The book has three sections. In the first, Roberto Losso and Lea S. de
Setton narrate Pichon Rivière’s biography relating elements of his life
to his subsequent work. In the second part, the editors present several
original texts of Pichon Rivière that demonstrate his multiplicity of
interests, covering classic psychiatry, dynamic psychiatry,
psychoanalysis, as well as group psychotherapy, family and couple
psychotherapy, social psychology, and applied psychoanalysis. These
writings testify to Pichon Rivière as an original thinker, years ahead
of his time.
In the third part, several commentators discuss Pichon Rivière’s and
clinical practice. These include Roberto Losso’s contribution, a
panorama of Pichon’s ideas alongside his personal experience as Pichon’s
student.
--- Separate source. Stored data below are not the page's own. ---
/// <summary>
/// Culvert headwater by the FHWA HDS-5 method (Schall et al. 2012, Hydraulic Design of Highway Culverts, 3rd ed.):
/// inlet control by the publication's Appendix A equations, outlet control by an energy balance over the full barrel,
/// the governing headwater the larger of the two. Headwater is measured above the inlet invert; the outlet invert lies
/// S L below it.
/// </summary>
/// <remarks>
/// <para>Inlet control, with the flow parameter X = Ku Q / (A D^0.5) in foot-second units (ft^0.5/s): unsubmerged form 1,
/// HW/D = Hc/D + K X^M + Ks S, with Hc = dc + Vc^2/(2g) the specific head at critical depth; form 2, HW/D = K X^M;
/// submerged, HW/D = c X^2 + Y + Ks S. The unsubmerged form applies up to X = 3.5, the submerged from X = 4.0, and the
/// headwater between them is interpolated linearly in X between the two end values (HDS-5 Appendix A, from memory).</para>
/// <para>Ku: the publication fits X in ft^0.5/s and prints Ku = 1.0 for customary units and 1.811 for SI (from memory).
/// That is the exact change of unit sqrt(1 ft / 1 m)^-1 = 1/sqrt(0.3048) = 1.81130..., used here unrounded with Q in
/// m3/s and lengths in m, so SI and customary answers agree to rounding.</para>
/// <para>Outlet control: HW = h0 + (1 + ke) V^2/(2g) + n^2 L V^2 / R^(4/3) - S L with V = Q/A of the full barrel, the exit
/// loss coefficient 1, and h0 the larger of the tailwater and (dc + D)/2 (HDS-5, chapter on outlet control, from memory).</para>
/// <para>Outlet velocity (HDS-5, from memory): under inlet control the normal-depth velocity in the barrel (full barrel when
/// the normal depth reaches the crown or does not exist on a positive slope); under outlet control the velocity at the
/// larger of critical depth and tailwater, capped at the full barrel.</para>
/// </remarks>
public static class Culvert
{
    /// <summary>Ku for SI: 1/sqrt(0.3048) exactly, the change of the flow parameter from m^0.5/s to ft^0.5/s (HDS-5 prints 1.811).</summary>
    public static readonly double UnitCoefficientSi = 1.0 / Math.Sqrt(0.3048);

    /// <summary>The exit loss coefficient of the outlet-control balance: the full velocity head is lost at the outlet.</summary>
    public const double ExitLossCoefficient = 1.0;

    /// <summary>The flow parameter up to which the unsubmerged equation applies.</summary>
    public const double UnsubmergedLimit = 3.5;

    /// <summary>The flow parameter from which the submerged equation applies.</summary>
    public const double SubmergedLimit = 4.0;

    /// <summary>HW/D above which an answer warns (common practice: many agencies limit design headwater to 1.2 D; local standards govern).</summary>
    public const double HeadwaterRatioLimit = 1.2;

    /// <summary>Outlet velocity above which an answer warns, m/s: 4.5 m/s (about 15 ft/s), above which outlet protection or an
    /// energy dissipator is usually needed (common practice; local standards set their own limits).</summary>
    public const double OutletVelocityLimit = 4.5;

    /// <summary>HW/D below which an outlet-control answer of a barrel running part full warns: 0.75, below which the
    /// (dc + D)/2 approximation loses accuracy and a backwater calculation is needed (HDS-5, from memory).</summary>
    public const double PartlyFullLimit = 0.75;

    /// <summary>The publication's source line for the method, for answers and documentation.</summary>
    public const string Source =
        "FHWA HDS-5: Schall et al. (2012), Hydraulic Design of Highway Culverts, 3rd ed., FHWA-HIF-12-026: Appendix A (inlet control) " +
        "and the outlet-control energy balance (from memory)";

    private const double G = Physical.StandardGravity;

    /// <summary>Headwater of a culvert under inlet and outlet control.</summary>
    /// <param name="barrel">The barrel.</param>
    /// <param name="length">Barrel length L, m; finite and greater than zero.</param>
    /// <param name="slope">Barrel slope S, m/m, positive falling toward the outlet; finite, between -1 and 1.</param>
    /// <param name="manningN">Manning n of the barrel, s m^-1/3; finite and greater than zero.</param>
    /// <param name="entranceLossCoefficient">ke; finite and not negative.</param>
    /// <param name="inlet">The inlet-control coefficients.</param>
    /// <param name="flow">Discharge Q, m3/s; finite and greater than zero.</param>
    /// <param name="tailwaterDepth">Tailwater depth above the outlet invert, m; finite and not negative.</param>
    /// <param name="trace">Optional per-iteration record of the critical-depth solve at the design flow.</param>
    /// <exception cref="ArgumentOutOfRangeException">An argument is out of its domain.</exception>
    public static CulvertResult Solve(CulvertBarrel barrel, double length, double slope, double manningN, double entranceLossCoefficient,
        CulvertInletCoefficients inlet, double flow, double tailwaterDepth, SolverTrace? trace = null)
    {
        ArgumentNullException.ThrowIfNull(barrel);
        ChannelGuard.Positive(length, nameof(length));
        if (!(Math.Abs(slope) < 1)) throw new ArgumentOutOfRangeException(nameof(slope), slope, "must lie between -1 and 1");
        ChannelGuard.Positive(manningN, nameof(manningN));
        ChannelGuard.NonNegative(entranceLossCoefficient, nameof(entranceLossCoefficient));
        ChannelGuard.Positive(flow, nameof(flow));
        ChannelGuard.NonNegative(tailwaterDepth, nameof(tailwaterDepth));
        if (inlet.Form is not (1 or 2)) throw new ArgumentOutOfRangeException(nameof(inlet), inlet.Form, "the form must be 1 or 2");
        if (!(inlet.K > 0) || !(inlet.M > 0) || !(inlet.C > 0) || !double.IsFinite(inlet.K) || !double.IsFinite(inlet.M) ||
            !double.IsFinite(inlet.C) || !double.IsFinite(inlet.Y) || !double.IsFinite(inlet.SlopeCoefficient))
            throw new ArgumentOutOfRangeException(nameof(inlet), "K, M and c must be finite and positive, Y and Ks finite");

        double d = barrel.Rise, area = barrel.FullArea;
        var warnings = new List<CalculationWarning>();
        int iterations = 0;
        double residual = 0;
        bool converged = true;

        // Critical depth at the design flow (Q^2 T = g A^3 in the barrel's part-full section), capped at the rise.
        var critical = CriticalFlow.CriticalDepth(barrel.Section, flow, trace);
        Count(critical, ref iterations, ref residual, ref converged, warnings, "critical depth");
        double dc = Math.Min(critical.CriticalDepth, d);
        double hc = CriticalHead(barrel, flow, dc);

        // Inlet control.
        double x = UnitCoefficientSi * flow / (area * Math.Sqrt(d));
        double ks = inlet.SlopeCoefficient;
        double ratio;
        CulvertInletRegime regime;
        if (x <= UnsubmergedLimit)
        {
            regime = CulvertInletRegime.Unsubmerged;
            ratio = Unsubmerged(inlet, x, hc / d, slope);
        }
        else if (x >= SubmergedLimit)
        {
            regime = CulvertInletRegime.Submerged;
            ratio = Submerged(inlet, x, slope);
        }
        else
        {
            regime = CulvertInletRegime.Transition;
            // The unsubmerged end needs the critical head at the flow where X = 3.5.
            double hcAtLimit = hc;
            if (inlet.Form == 1)
            {
                double flowAtLimit = UnsubmergedLimit * area * Math.Sqrt(d) / UnitCoefficientSi;
                var atLimit = CriticalFlow.CriticalDepth(barrel.Section, flowAtLimit);
                Count(atLimit, ref iterations, ref residual, ref converged, warnings, "critical depth at the end of the unsubmerged range");
                hcAtLimit = CriticalHead(barrel, flowAtLimit, Math.Min(atLimit.CriticalDepth, d));
            }
            double low = Unsubmerged(inlet, UnsubmergedLimit, hcAtLimit / d, slope);
            double high = Submerged(inlet, SubmergedLimit, slope);
            double t = (x - UnsubmergedLimit) / (SubmergedLimit - UnsubmergedLimit);
            ratio = low + t * (high - low);
            warnings.Add(new("inlet-control-transition", string.Create(CultureInfo.InvariantCulture,
                $"The flow parameter Ku Q/(A D^0.5) = {x:G4} lies between 3.5 and 4.0, between the unsubmerged and submerged inlet equations: the inlet-control headwater is interpolated linearly between them (HDS-5, Appendix A).")));
        }
        double inletHeadwater = ratio * d;

        // Outlet control: energy balance over the full barrel.
        double v = flow / area;
        double velocityHead = v * v / (2 * G);
        double r = barrel.FullHydraulicRadius;
        double entrance = entranceLossCoefficient * velocityHead;
        double friction = manningN * manningN * length * v * v / Math.Pow(r, 4.0 / 3.0);
        double exit = ExitLossCoefficient * velocityHead;
        double h0 = Math.Max(tailwaterDepth, 0.5 * (dc + d));
        double outletHeadwater = h0 + entrance + friction + exit - slope * length;

        // Normal depth in the barrel (for the outlet velocity under inlet control).
        double yn = double.NaN;
        if (slope > 0)
        {
            var normal = ManningSolver.NormalDepth(barrel.Section, flow, slope, manningN);
            if (normal.Solution != DepthSolution.None)
            {
                iterations += normal.Iterations;
                residual = Math.Max(residual, Math.Abs(normal.Residual));
                if (!normal.Converged)
                {
                    converged = false;
                    warnings.Add(new("not-converged", "normal depth: the solve stopped without meeting its tolerance (" + normal.Status.Reason() + ")."));
                }
                yn = normal.NormalDepth;
            }
        }

        bool inletGoverns = inletHeadwater >= outletHeadwater;
        double outletDepth;
        if (inletGoverns && slope > 0)
            outletDepth = double.IsNaN(yn) ? d : Math.Min(yn, d);
        else
            outletDepth = Math.Min(Math.Max(dc, tailwaterDepth), d);
        double outletVelocity = flow / barrel.AreaAt(outletDepth);
        if (inletGoverns && !(slope > 0))
            warnings.Add(new("no-normal-depth", "The barrel is flat or adverse, so it has no normal depth: the outlet velocity under inlet control is taken at the larger of critical depth and tailwater, as under outlet control."));

        double headwater = Math.Max(inletHeadwater, outletHeadwater);
        double headwaterRatio = headwater / d;
        if (headwaterRatio > HeadwaterRatioLimit)
            warnings.Add(new("headwater-ratio-high", string.Create(CultureInfo.InvariantCulture,
                $"The headwater is {headwaterRatio:G4} times the barrel's rise, above 1.2, a common design limit (common practice; local standards govern the allowable headwater).")));
        if (outletVelocity > OutletVelocityLimit)
            warnings.Add(new("outlet-velocity-high", string.Create(CultureInfo.InvariantCulture,
                $"The outlet velocity {outletVelocity:G4} m/s is above 4.5 m/s (about 15 ft/s): scour at the outlet is likely, and outlet protection or an energy dissipator is usually needed (common practice).")));
        if (!inletGoverns && h0 < d && outletHeadwater < PartlyFullLimit * d)
            warnings.Add(new("outlet-control-partly-full", string.Create(CultureInfo.InvariantCulture,
                $"Outlet control governs with the barrel running part full and the headwater {outletHeadwater / d:G4} D, below 0.75 D: the (dc + D)/2 approximation of HDS-5 loses accuracy here, and a backwater calculation of the barrel is needed.")));
        if (headwater <= 0)
            warnings.Add(new("headwater-below-invert", "Both headwaters lie at or below the inlet invert: the slope term outweighs the flow terms, so the equations are outside their range at this flow and slope."));

        var validity = new List<ValidityCheck>
        {
            regime switch
            {
                CulvertInletRegime.Unsubmerged => new ValidityCheck("hds5-unsubmerged", Source, "flowParameter", 0, UnsubmergedLimit, x),
                CulvertInletRegime.Submerged => new ValidityCheck("hds5-submerged", Source, "flowParameter", SubmergedLimit, double.PositiveInfinity, x),
                _ => new ValidityCheck("hds5-transition", Source + "; linear interpolation between the forms", "flowParameter", UnsubmergedLimit, SubmergedLimit, x),
            },
            new ManningValidity(manningN, manningN >= ManningValidity.TypicalLowestN && manningN <= ManningValidity.TypicalHighestN).Check,
        };

        return new CulvertResult
        {
            InletControlHeadwater = inletHeadwater, OutletControlHeadwater = outletHeadwater, HeadwaterRatio = headwaterRatio,
            InletRegime = regime, FlowParameter = x, CriticalDepth = dc, CriticalHead = hc, NormalDepth = yn, BarrelVelocity = v,
            OutletControlTailwater = h0, EntranceLoss = entrance, FrictionLoss = friction, ExitLoss = exit, OutletDepth = outletDepth,
            OutletVelocity = outletVelocity, Iterations = iterations, Residual = residual, Status = critical.Status, Converged = converged,
            Warnings = warnings, Validity = validity,
        };
    }

    /// <summary>HW/D of the unsubmerged equation: form 1 with Hc/D and the slope term, form 2 without either.</summary>
    public static double Unsubmerged(CulvertInletCoefficients inlet, double flowParameter, double criticalHeadRatio, double slope) =>
        inlet.Form == 1
            ? criticalHeadRatio + inlet.K * Math.Pow(flowParameter, inlet.M) + inlet.SlopeCoefficient * slope
            : inlet.K * Math.Pow(flowParameter, inlet.M);

    /// <summary>HW/D of the submerged equation, c X^2 + Y + Ks S.</summary>
    public static double Submerged(CulvertInletCoefficients inlet, double flowParameter, double slope) =>
        inlet.C * flowParameter * flowParameter + inlet.Y + inlet.SlopeCoefficient * slope;

    private static double CriticalHead(CulvertBarrel barrel, double flow, double dc)
    {
        double vc = flow / barrel.AreaAt(dc);
        return dc + vc * vc / (2 * G);
    }

    private static void Count(in CriticalDepthResult r, ref int iterations, ref double residual, ref bool converged,
        List<CalculationWarning> warnings, string what)
    {
        iterations += r.Iterations;
        residual = Math.Max(residual, Math.Abs(r.Residual));
        if (!r.Converged)
        {
            converged = false;
            warnings.Add(new("not-converged", what + ": the solve stopped without meeting its tolerance (" + r.Status.Reason() + ")."));
        }
    }
}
Rosa Jaitin describes the experience of teaching Pichon’s
ideas in Lyon, and in other French cities; René Kaës discusses meeting
Pichon, and offers his translated introduction to the French version of
the complete work of Pichon; Rosa Marcone interviews Ana P. de Quiroga,
Pichon’s life partner for many years and subsequently the director of
the School of Social Psychology that Pichon founded; Alberto Eiguer
narrates an experience with Pichon and his influence on Eiguer’s ideas
and writing; and Vicente Zito Lema gives his vision of Pichon’s work
from sociological and philosophical perspectives. Finally, David Scharff
summarizes Pichon’s major ideas and offers a comparison between these
concepts and object relations theory. The book also includes a glossary
by the editors of Pichon-Rivière’s major concepts and terms.